* _TASK DIRECTIONS_:
Print each record exactly, with no word added or removed.

Top of DATA

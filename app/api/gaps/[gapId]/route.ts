import { json, parseBody, parseId, route, sessionUser } from "@/lib/server/api";
import { requireChannel } from "@/lib/server/access";
import { gapUpdateSchema } from "@/lib/schemas/footage";
import { getGapById, updateGap } from "@/db/queries/coverage";
import { AppError } from "@/lib/server/errors";

type P = { gapId: string };

export const PATCH = route<P>(async (req, params) => {
  const patch = await parseBody(req, gapUpdateSchema, "gap");
  const user = await sessionUser(req);
  const id = parseId(params.gapId, "gap");
  const row = await getGapById({ id });
  if (!row) throw new AppError("not_found:gap", "No such gap.");
  await requireChannel(user.id, row.channelId, "coverage.manage", "gap");
  const after = await updateGap({ id, patch });
  return json({ gap: { id: after!.id, status: after!.status, note: after!.note } });
});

Bottom of DATA

* _EXERCISE RESPONSE_:
filename app/api/gaps/[gapId]/route.ts
import { json, parseBody, parseId, route, sessionUser } from "@/lib/server/api";
import { requireChannel } from "@/lib/server/access";
import { gapUpdateSchema } from "@/lib/schemas/footage";
import { getGapById, updateGap } from "@/db/queries/coverage";
import { AppError } from "@/lib/server/errors";

type P = { gapId: string };

export const PATCH = route<P>(async (req, params) => {
  const patch = await parseBody(req, gapUpdateSchema, "gap");
  const user = await sessionUser(req);
  const id = parseId(params.gapId, "gap");
  const row = await getGapById({ id });
  if (!row) throw new AppError("not_found:gap", "No such gap.");
  await requireChannel(user.id, row.channelId, "coverage.manage", "gap");
  const after = await updateGap({ id, patch });
  return json({ gap: { id: after!.id, status: after!.status, note: after!.note } });
});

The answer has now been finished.